_Your goal:_
Write out, word for word, the part of the listing below that opens with the line containing "h[card.keyword] = card.value" and closes with the line containing "the module docstring).", keeping both of those lines and adding no others.

_Provided data:_
"""FITS helpers shared by the FITS readers: safe opening and header metadata.

Header keywords read (each optional; absent or unreadable ones stay absent):

========================  ===================================================
``OBJECT``                target
``RA``, ``DEC``           ra_deg, dec_deg (degrees, or sexagesimal strings: RA in hours)
``DATE-AVG``/``MJD-AVG``  obs_time_utc, used as the mid-exposure time directly
``DATE-OBS``/``MJD-OBS``  exposure start; obs_time_utc = start + exposure / 2 when
                          ``EXPTIME`` or ``EXPOSURE`` (s) is given, else the start
``TIME-OBS``, ``UT``      time of day when ``DATE-OBS`` holds a date only
``TIMESYS``               time scale of those keywords (default UTC)
``OBSGEO-B/L/H``          site latitude, longitude (deg), height (m)
``OBSGEO-X/Y/Z``          site as geocentric metres (converted with astropy EarthLocation)
``RESPOWER``              resolving power lambda / delta-lambda (our own keyword); else
                          ``SPEC_RES``, ``RESOLVING_POWER`` or ``R`` (common practice)
``BUNIT``                 flux unit
``MEDIUM``                ``air`` or ``vacuum`` where no WCS or column type says it (echelle)
``AIRORVAC``, ``VACUUM``  medium where no WCS or column type says it (common practice):
                          ``AIRORVAC = 'air'``/``'vac'``; ``VACUUM = T``/``F``
========================  ===================================================

The keyword names follow the FITS Standard 4.0 (Pence et al. 2010, A&A 524, A42)
and FITS WCS Paper III (Greisen et al. 2006, A&A 446, 747) for ``OBSGEO-*`` and
``DATE-AVG``/``MJD-AVG``; ``RESPOWER`` and ``MEDIUM`` are plain names of our own.
"""

from __future__ import annotations

import contextlib
import os
import warnings

from atlas.errors import InputError
from atlas.io import meta
from atlas.io.validate import short_reason

UNCERTAINTY_NAMES = {
    "UNCERTAINTY": "sigma",
    "ERROR": "sigma",
    "ERR": "sigma",
    "ERRORS": "sigma",
    "SIGMA": "sigma",
    "STDDEV": "sigma",
    "NOISE": "sigma",
    "VARIANCE": "variance",
    "VAR": "variance",
    "IVAR": "ivar",
    "INVVAR": "ivar",
}

#: EXTNAMEs of an image holding each pixel's wavelength.
WAVE_EXTNAMES = ("WAVELENGTH", "WAVELENGTHS", "WAVE", "LAMBDA")

#: Keywords holding the resolving power lambda / delta-lambda, the first present wins.
RESOLVING_POWER_KEYWORDS = ("RESPOWER", "SPEC_RES", "RESOLVING_POWER", "R")

_TIME_SCALES = {"UTC", "TAI", "TT", "TDB", "TCG", "TCB", "UT1"}


@contextlib.contextmanager
def quiet():
    """Silence astropy's FITS/WCS warnings (we report problems ourselves)."""
    with warnings.catch_warnings():
        warnings.simplefilter("ignore")
        yield


def peek(path):
    """Headers of a FITS file without loading data, or None when it cannot be parsed.

    Returns a list of ``(extname, header, is_image)`` for every HDU.  Used by the
    cheap ``can_read`` sniffers; never raises.
    """
    from astropy.io import fits

    try:
        with quiet(), fits.open(path, memmap=False, lazy_load_hdus=True) as hdul:
            out = []
            for hdu in hdul:
                h = hdu.header
                out.append((str(h.get("EXTNAME", "")).strip().upper(), h.copy(), hdu.is_image))
            return out
    except Exception:
        return None


def open_fits(path):
    """Open a FITS file with every HDU's data loaded; ``InputError`` when truncated or corrupt."""
    from astropy.io import fits

    p = os.fspath(path)
    with warnings.catch_warnings(record=True) as caught:
        warnings.simplefilter("always")
        try:
            hdul = fits.open(p, memmap=False, lazy_load_hdus=False)
        except Exception as exc:
            _raise_if_truncated(p, caught)
            raise InputError(
                p, f"corrupt FITS file: cannot read its headers ({short_reason(exc)})"
            ) from None
        for i, hdu in enumerate(hdul):
            for card in hdu.header.cards:
                try:
                    _ = card.value
                except Exception:
                    hdul.close()
                    raise InputError(
                        p,
                        f"corrupt FITS header: unreadable card {card.keyword or '?'!r} in HDU {i}",
                    ) from None
        try:
            for hdu in hdul:
                _ = hdu.data
        except Exception as exc:
            hdul.close()
            _raise_if_truncated(p, caught)
            raise InputError(
                p, f"corrupt FITS file: cannot read its data ({short_reason(exc)})"
            ) from None
    _raise_if_truncated(p, caught, hdul)
    return hdul


def _raise_if_truncated(path, caught, hdul=None):
    """Truncated when astropy says so, or (on a failed read) when the size is not whole 2880-byte blocks.

    FITS files are made of 2880-byte blocks (FITS Standard 4.0, Pence et al. 2010, sect. 3.1).
    """
    size = os.path.getsize(path)
    said = any("truncated" in str(w.message).lower() for w in caught)
    if said or (hdul is None and size % 2880):
        if hdul is not None:
            hdul.close()
        raise InputError(
            path,
            f"truncated FITS file: {size} bytes, shorter than its headers say or not whole 2880-byte blocks",
        )


def merged_header(primary, header):
    """The primary header's cards overlaid by one HDU's own header (the HDU wins)."""
    h = primary.copy() if primary is not None else None
    if h is None:
        return header.copy()
    for card in header.cards:
        if card.keyword in ("", "COMMENT", "HISTORY"):
            continue
        with contextlib.suppress(Exception):
            h[card.keyword] = card.value
    return h


def _text(h, key):
    v = h.get(key)
    if v is None:
        return None
    s = str(v).strip()
    return s or None


def _number(h, key):
    v = h.get(key)
    if v is None or isinstance(v, bool) or str(v).strip() == "":
        return None
    return float(v)


def header_metadata(h) -> dict:
    """Spectrum attributes from a FITS header (see the module docstring).

    Unreadable values are left out and their keywords listed in the attribute
    ``unreadable_keywords`` (one comma-separated string) so the user is told.
    """
    from astropy.time import Time, TimeDelta

    attrs: dict = {}
    bad: list[str] = []

    target = _text(h, "OBJECT")
    if target:
        attrs["target"] = target

    if h.get("RA") is not None and h.get("DEC") is not None:
        try:
            attrs["ra_deg"], attrs["dec_deg"] = meta.radec_deg(h["RA"], h["DEC"])
        except ValueError:
            bad += ["RA", "DEC"]

    exposure = None
    for key in ("EXPTIME", "EXPOSURE"):
        if h.get(key) is not None:
            try:
                exposure = _number(h, key)
                if exposure is None or not exposure >= 0 or exposure != exposure:
                    raise ValueError
            except (TypeError, ValueError):
                bad.append(key)
                exposure = None
            break
    if exposure is not None:
        attrs["exposure_s"] = exposure

    scale = (_text(h, "TIMESYS") or "UTC").upper()
    if scale not in _TIME_SCALES:
        if any(h.get(k) is not None for k in ("DATE-AVG", "MJD-AVG", "DATE-OBS", "MJD-OBS")):
            bad.append("TIMESYS")
    else:
        t = None
        mid = False
        try:
            if _text(h, "DATE-AVG"):
                t, mid = meta.parse_time(_text(h, "DATE-AVG"), scale.lower()), True
            elif _number(h, "MJD-AVG") is not None:
                t, mid = Time(_number(h, "MJD-AVG"), format="mjd", scale=scale.lower()), True
        except (TypeError, ValueError):
            bad.append("DATE-AVG" if h.get("DATE-AVG") is not None else "MJD-AVG")
            t = None
        if t is None:
            try:
                date = _text(h, "DATE-OBS")
                if date:
                    tod = _text(h, "TIME-OBS") or _text(h, "UT")
                    if "T" not in date and tod:
                        date = f"{date}T{tod}"
                    t = meta.parse_time(date, scale.lower())
                elif _number(h, "MJD-OBS") is not None:
                    t = Time(_number(h, "MJD-OBS"), format="mjd", scale=scale.lower())
            except (TypeError, ValueError):
                bad.append("DATE-OBS" if h.get("DATE-OBS") is not None else "MJD-OBS")
                t = None
            if t is not None and exposure is not None:
                t = t + TimeDelta(exposure / 2.0, format="sec")
        if t is not None:
            attrs["obs_time_utc"] = meta.iso_utc(t)
            attrs["obs_time_is_mid"] = bool(mid or exposure is not None)

    try:
        if all(h.get(k) is not None for k in ("OBSGEO-B", "OBSGEO-L", "OBSGEO-H")):
            lat, lon, hgt = meta.site_geodetic(
                _number(h, "OBSGEO-B"), _number(h, "OBSGEO-L"), _number(h, "OBSGEO-H")
            )
            attrs.update(site_lat_deg=lat, site_lon_deg=lon, site_height_m=hgt)
        elif all(h.get(k) is not None for k in ("OBSGEO-X", "OBSGEO-Y", "OBSGEO-Z")):
            lat, lon, hgt = meta.site_from_geocentric(
                _number(h, "OBSGEO-X"), _number(h, "OBSGEO-Y"), _number(h, "OBSGEO-Z")
            )
            attrs.update(site_lat_deg=lat, site_lon_deg=lon, site_height_m=hgt)
    except (TypeError, ValueError):
        bad.append("OBSGEO")

    rkey = next((k for k in RESOLVING_POWER_KEYWORDS if h.get(k) is not None), None)
    if rkey is not None:
        try:
            r = _number(h, rkey)
            if r is None or not r > 0 or r == float("inf"):
                raise ValueError
            attrs["resolving_power"] = r
        except (TypeError, ValueError):
            bad.append(rkey)

    bunit = _text(h, "BUNIT")
    if bunit:
        attrs["flux_unit"] = bunit

    if bad:
        attrs["unreadable_keywords"] = ", ".join(dict.fromkeys(bad))
    return attrs


def air_or_vacuum(h) -> str | None:
    """``air`` / ``vacuum`` from ``MEDIUM``, ``AIRORVAC`` or ``VACUUM`` (common practice), or None."""
    v = (_text(h, "MEDIUM") or "").lower()
    if v in ("air", "vacuum"):
        return v
    v = (_text(h, "AIRORVAC") or "").lower()
    if v in ("air", "vac", "vacuum"):
        return "air" if v == "air" else "vacuum"
    v = h.get("VACUUM")
    if isinstance(v, bool):
        return "vacuum" if v else "air"
    v = (_text(h, "VACUUM") or "").lower()
    if v in ("air", "vac", "vacuum"):
        return "air" if v == "air" else "vacuum"
    return None


def first_image(hdul):
    """Index of the first image HDU holding data, or None."""
    for i, hdu in enumerate(hdul):
        if hdu.is_image and hdu.header.get("NAXIS", 0) >= 1 and hdu.header.get("NAXIS1", 0) > 0:
            return i
    return None


def wave_image_unit(h) -> str | None:
    """The unit of a wavelength image: its ``BUNIT``, else its ``CUNIT1``, else None."""
    return _text(h, "BUNIT") or _text(h, "CUNIT1")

_Answer space:_
            h[card.keyword] = card.value
    return h


def _text(h, key):
    v = h.get(key)
    if v is None:
        return None
    s = str(v).strip()
    return s or None


def _number(h, key):
    v = h.get(key)
    if v is None or isinstance(v, bool) or str(v).strip() == "":
        return None
    return float(v)


def header_metadata(h) -> dict:
    """Spectrum attributes from a FITS header (see the module docstring).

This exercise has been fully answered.